À cette occasion, retour sur le parcours du Vietnam, sur les efforts déployés pour apporter l’éducation jusque dans les régions reculées et auprès des populations issues des minorités ethniques.

En 1945, plus de 90 % de la population vietnamienne était analphabète. Le 8 septembre de la même année, le gouvernement provisoire créait le Service de l’éducation populaire, donnant ainsi le coup d’envoi à un vaste mouvement d’alphabétisation auquel des millions de Vietnamiens ont participé.

Entre 2020 et 2023, 79.280 personnes ont appris à lire et à écrire dans l’ensemble du pays, notamment dans les localités montagneuses et peuplées de minorités ethniques. Le taux d’alphabétisation atteint aujourd’hui 99,39 % chez les 15-35 ans et 99,10 % chez les 15-60 ans. Après la réorganisation administrative, 100 % des provinces et villes satisfont au niveau 1 des normes nationales d’éradication de l’illettrisme, et 76,5 % au niveau 2.

Des premières classes d’éducation populaire aux programmes actuels, la transmission du savoir s’est poursuivie au fil des générations.

Dans cette localité, 99 % des habitants appartiennent à des minorités ethniques, principalement aux ethnies thaï et muong. Certains apprenants ont plus de 50 ans, d’autres ont quitté l’école depuis plus de 40 ans... Les cours sont organisés le soir, pendant la journée ou à midi, en fonction des travaux agricoles et des saisons. La classe comptait initialement 40 élèves. À la fin du programme, ils étaient 45, tous ayant achevé leur cursus.
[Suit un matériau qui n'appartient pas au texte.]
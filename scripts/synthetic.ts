/**
 * Synthetic sessions drawn from the bundled catalog with a fixed seed, for the identification
 * benchmark. Invented measurements only; the reference lines they are drawn from are the
 * catalog's. Each session knows its truth (species, and z when shifted).
 */

import { windowRange } from '../src/lines/search.js';
import type { Catalog } from '../src/lines/types.js';
import { airToVacuum, vacuumToAir } from '../src/reduce/airVacuum.js';
import { gaussianDeviate, mulberry32 } from '../test/helpers/random.js';

export const rng = mulberry32;
export const gauss = gaussianDeviate;

export interface SyntheticSession {
  yaml: string;
  truth: string[];
  z: number | null;
  lineCount: number;
}

export interface SyntheticOptions {
  species: string[];
  sigma_nm: number;
  /** Observed range, nm, in the session's medium. */
  range_nm: [number, number];
  medium: 'air' | 'vacuum';
  sourceKind: string;
  z: number | null;
  searchRange: [number, number] | null;
  spuriousMean: number;
  groups: string[];
}

/** Lines of a species whose observed wavelength falls in the range, strongest first. */
export function visibleLines(
  catalog: Catalog,
  species: string,
  range: [number, number],
  medium: 'air' | 'vacuum',
  z: number,
) {
  const lines = catalog.species.get(species);
  if (!lines) return [];
  const toVac = (x: number) => (medium === 'air' ? airToVacuum(x) : x);
  const [a, b] = windowRange(lines.vacuum_nm, toVac(range[0]) / (1 + z), toVac(range[1]) / (1 + z));
  const out: { vacuum_nm: number; intensity: number }[] = [];
  for (let k = a; k < b; k++)
    out.push({ vacuum_nm: lines.vacuum_nm[k] as number, intensity: lines.intensity[k] as number });
  return out.sort((x, y) => y.intensity - x.intensity);
}

function poisson(rand: () => number, mean: number): number {
  const limit = Math.exp(-mean);
  let k = 0;
  let p = rand();
  while (p > limit) {
    k++;
    p *= rand();
  }
  return k;
}

export function makeSession(
  catalog: Catalog,
  rand: () => number,
  o: SyntheticOptions,
): SyntheticSession | null {
  const z = o.z ?? 0;
  const rows: { wavelength: number; intensity: number }[] = [];
  const fwhm = Math.max(0.5, 2 * o.sigma_nm);
  for (const s of o.species) {
    const visible = visibleLines(catalog, s, o.range_nm, o.medium, z);
    // A species must show at least two lines the instrument can separate, else no
    // measurement could tell it is there (a single blend is one line).
    const k0 = Math.min(visible.length, 3 + Math.floor(rand() * 8));
    const seen = visible
      .slice(0, k0)
      .map((l) => l.vacuum_nm * (1 + z))
      .sort((a, b) => a - b);
    const resolved = seen.filter((x, i) => i === 0 || x - (seen[i - 1] as number) > fwhm).length;
    if (resolved < 2) return null;
    // A detection limit: the k strongest lines are seen, the rest fall below it.
    const k = k0;
    const top = visible[0]?.intensity ?? 1;
    for (const line of visible.slice(0, k)) {
      const observedVac = line.vacuum_nm * (1 + z);
      const shown = o.medium === 'air' ? vacuumToAir(observedVac) : observedVac;
      const intensity = (line.intensity / top) * Math.exp(0.5 * gauss(rand)) * 100;
      rows.push({ wavelength: shown + o.sigma_nm * gauss(rand), intensity });
    }
  }
  const spurious = poisson(rand, o.spuriousMean);
  for (let i = 0; i < spurious; i++) {
    rows.push({
      wavelength: o.range_nm[0] + rand() * (o.range_nm[1] - o.range_nm[0]),
      intensity: 5 + rand() * 30,
    });
  }
  rows.sort((a, b) => a.wavelength - b.wavelength);
  const shift = o.searchRange
    ? `shift: { redshift: { search: [${o.searchRange[0]}, ${o.searchRange[1]}] } }\n`
    : '';
  const groups = o.groups.length ? `candidates: { groups: [${o.groups.join(', ')}] }\n` : '';
  const yaml =
    `lineledger: 1\nsource: { kind: ${o.sourceKind} }\nmedium: ${o.medium}\n` +
    `instrument: { resolution_nm: ${fwhm.toFixed(2)}, range_nm: [${o.range_nm[0]}, ${o.range_nm[1]}] }\n` +
    `measurement: { sigma: ${o.sigma_nm} }\n${shift}${groups}lines:\n` +
    rows
      .map((r) => `  - { wavelength: ${r.wavelength.toFixed(3)}, intensity: ${r.intensity.toFixed(1)} }\n`)
      .join('');
  return { yaml, truth: [...o.species].sort(), z: o.z, lineCount: rows.length };
}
À Phuc Son, les apprenants participent également chaque mois à des séances de lecture de livres et de journaux et échangent leurs expériences en matière de développement économique familial. Entre deux cours, ils pratiquent le xoe traditionnel, une danse emblématique des communautés thaï, la danse sur bambous, fabriquent des còn, des balles traditionnelles utilisées dans les jeux populaires, ou jouent au volley-ball..

Dans l’ancien district frontalier de Duc Co, dans la province de Gia Lai, 20 classes d’alphabétisation ont été ouvertes entre 2022 et 2025, accueillant plus de 600 apprenants. Les gardes-frontières de Gia Lai organisent eux aussi des cours pour les habitants des zones frontalières. Les parents qui doivent venir en classe avec leurs jeunes enfants bénéficient notamment de conditions adaptées pour pouvoir poursuivre leur apprentissage.

Dans ces classes particulières, les apprenants ne se contentent pas d’apprendre à lire et à écrire. Ils apprennent également à compter, à lire des documents administratifs, à mettre leurs connaissances au service de leur activité professionnelle et gagnent progressivement en assurance lorsqu’ils sortent de leur village.

Aujourd’hui, les cours d’alphabétisation ne visent plus seulement à permettre aux apprenants de reconnaître les lettres. Les contenus sont adaptés aux besoins concrets de la vie quotidienne: calculer le prix de produits agricoles, remplir des documents administratifs, accéder aux services publics, lire des informations et mettre en pratique les connaissances acquises dans les activités de production.

C’est aussi un moyen de prévenir le retour à l’illettrisme: apprendre pour pouvoir utiliser immédiatement ses connaissances dans la vie de tous les jours.

Dans de nombreuses régions peuplées de minorités ethniques, les politiques d’aide à l’alimentation, à l’hébergement, aux études et au transport, ainsi que le développement des écoles semi-internats et internats, permettent aux enfants d’accéder plus facilement à l’éducation.

À l’école primaire et secondaire de Chu Dang Ya, dans la province de Gia Lai, près de 90 % des quelque 500 élèves sont issus de minorités ethniques, principalement de l’ethnie Jarai. La fréquentation scolaire y a progressé, tandis que le décrochage a reculé et que la qualité de l’enseignement s’est progressivement améliorée.

Il y a 80 ans, l’objectif était que chaque Vietnamien puisse lire et écrire. Aujourd’hui, l’ambition est de permettre à chacun d’accéder au savoir, aux technologies et à de nouvelles possibilités de développement.

Des premières classes d’éducation populaire aux cours du soir dans les villages reculés, jusqu’à l’«alphabétisation numérique pour tous» à l’ère de la transformation numérique, l’esprit de démocratisation du savoir se poursuit. Il s’agit de faire en sorte que la distance géographique, l’âge ou les conditions de vie ne deviennent jamais des obstacles au droit à l’éducation.